Um fenómeno multifacetado

Considerado um desafio de saúde pública, o suicídio é a


15ª causa de morte no mundo, provocando mais óbitos
do que o cancro da mama, a malária, os homicídios ou
os acidentes de viação. Na Europa há uma média anual
de 10 suicídios por 100 mil habitantes. Em Portugal
ocorrem 7 a 9 suicídios por 100 mil habitantes por ano,
mas o número poderá ser maior, entre 10 a 13, uma vez
que a qualidade do registo do suicídio é “pouco fiável”,
realça o médico psiquiatra Ricardo Gusmão. Já o número
de tentativas de suicídio pode ser até 30 vezes superior
ao de mortes por suicídio.

Ainda assim, “é um evento epidemiologicamente raro,


aleatório e altissimamente variável com a geografia”,
sublinha o também professor de saúde mental na
Universidade do Porto.
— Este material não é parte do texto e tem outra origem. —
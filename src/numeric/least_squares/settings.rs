//! When a search ends and how it begins.

use super::LeastSquaresError;

/// Limits of a search. The defaults suit residuals with noise in them.
#[derive(Clone, Copy, Debug, PartialEq)]
pub struct Settings {
    /// Most calls of the model, the start included. Default 1000.
    pub max_evaluations: usize,
    /// Converged when a full Gauss-Newton step is expected to lower chi2 by no more than this times
    /// chi2 / (degrees of freedom). The ratio is the sum of squares of the remaining parameter
    /// shifts in units of their (residual-scaled) standard errors, the square of the relative
    /// offset of Bates & Watts (1981, Technometrics 23, 179). Default 1e-8: 1e-4 of a standard error.
    pub chi2_tolerance: f64,
    /// Converged when a full Gauss-Newton step is no longer than this times the parameter vector,
    /// both with each parameter multiplied by the norm of its Jacobian column. Ends fits without
    /// noise. Default 1e-12.
    pub step_tolerance: f64,
    /// Converged when the cosine of the angle between the residuals and every Jacobian column of a
    /// parameter free to move is no larger than this. Default 1e-12.
    pub gradient_tolerance: f64,
    /// Length of the first step at most, in units of the start's length (or of 0.03 of the residuals'
    /// norm where that is more), both with each parameter multiplied by the norm of its Jacobian
    /// column. Default 1; more than 0.
    pub initial_radius: f64,
}

impl Default for Settings {
    fn default() -> Self {
        Self {
            max_evaluations: 1000,
            chi2_tolerance: 1e-8,
            step_tolerance: 1e-12,
            gradient_tolerance: 1e-12,
            initial_radius: 1.0,
        }
    }
}

impl Settings {
    pub(super) fn validate(&self) -> Result<(), LeastSquaresError> {
        let settings = [
            ("chi2_tolerance", self.chi2_tolerance),
            ("step_tolerance", self.step_tolerance),
            ("gradient_tolerance", self.gradient_tolerance),
            ("initial_radius", self.initial_radius),
        ];
        for (name, found) in settings {
            let usable = found > 0.0 || (found == 0.0 && name != "initial_radius");
            if !(found.is_finite() && usable) {
                return Err(LeastSquaresError::Setting { name, found });
            }
        }
        Ok(())
    }
}
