#[test]
fn unusable_starts_are_refused_with_the_evidence() {
    use LeastSquaresError as E;
    let free = unbounded(2);
    let text = |error: E| error.to_string();
    let short = refusal(&mut line(), &[0.0], &free);
    assert_eq!(
        text(short),
        "found 1 values in start, expected 2, one a parameter"
    );
    let outside = refusal(
        &mut line(),
        &[0.0, 2.0],
        &[free[0], Interval::new(0.0, 1.0)],
    );
    assert_eq!(
        text(outside),
        "found start 2 for parameter 1, expected a number from 0 to 1"
    );
    let reversed = refusal(
        &mut line(),
        &[0.0, 2.0],
        &[free[0], Interval::new(3.0, 1.0)],
    );
    assert!(matches!(reversed, E::Bounds { parameter: 1, .. }));
    let unordered = refusal(
        &mut line(),
        &[0.0, 2.0],
        &[Interval::at_most(f64::NAN), free[1]],
    );
    assert!(matches!(unordered, E::Bounds { parameter: 0, .. }));
    let missing = refusal(&mut line(), &[0.0, f64::NAN], &free);
    assert!(matches!(missing, E::Start { parameter: 1, .. }));
    let mut many = problem(17, 20, |_, r, j| {
        r.fill(0.0);
        j.fill(0.0);
    });
    assert_eq!(
        refusal(&mut many, &[0.0; 17], &unbounded(17)),
        E::ParameterCount { found: 17 }
    );
    let mut logarithm = problem(1, 1, |p, r, j| (r[0], j[0]) = (p[0].ln(), 1.0 / p[0]));
    assert!(matches!(
        refusal(&mut logarithm, &[-1.0], &unbounded(1)),
        E::StartResidual { residual: 0, .. }
    ));
    let mut steep = problem(1, 2, |p, r, j| {
        r.copy_from_slice(&[p[0].sqrt(), 0.0]);
        j.copy_from_slice(&[0.5 / p[0].sqrt(), 0.0]);
    });
    assert!(matches!(
        refusal(&mut steep, &[0.0], &unbounded(1)),
        E::StartJacobian {
            residual: 0,
            parameter: 0,
            ..
        }
    ));
    let settings = [
        Settings {
            chi2_tolerance: -1.0,
            ..Settings::default()
        },
        Settings {
            initial_radius: 0.0,
            ..Settings::default()
        },
        Settings {
            step_tolerance: f64::NAN,
            ..Settings::default()
        },
    ];
    for (settings, expected) in
        (settings.iter()).zip(["chi2_tolerance", "initial_radius", "step_tolerance"])
    {
        let refused = minimize(
            &mut line(),
            &[0.0; 2],
            &free,
            settings,
            &mut Workspace::new(),
        );
        assert!(matches!(refused, Err(E::Setting { name, .. }) if name == expected));
    }
}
Em Portugal existem fortes
assimetrias entre Norte e Sul, com estudos a referirem
“taxas dez vezes superiores a sul do Tejo face às do
Norte” e outros a mostrarem que no Alentejo há zonas
com “taxas superiores a 40 suicídios por 100 mil
habitantes, em linha com as mais elevadas do mundo”,
acrescenta Sofia Tavares, psicóloga e professora auxiliar
na Universidade de Évora, que estuda o fenómeno na
região.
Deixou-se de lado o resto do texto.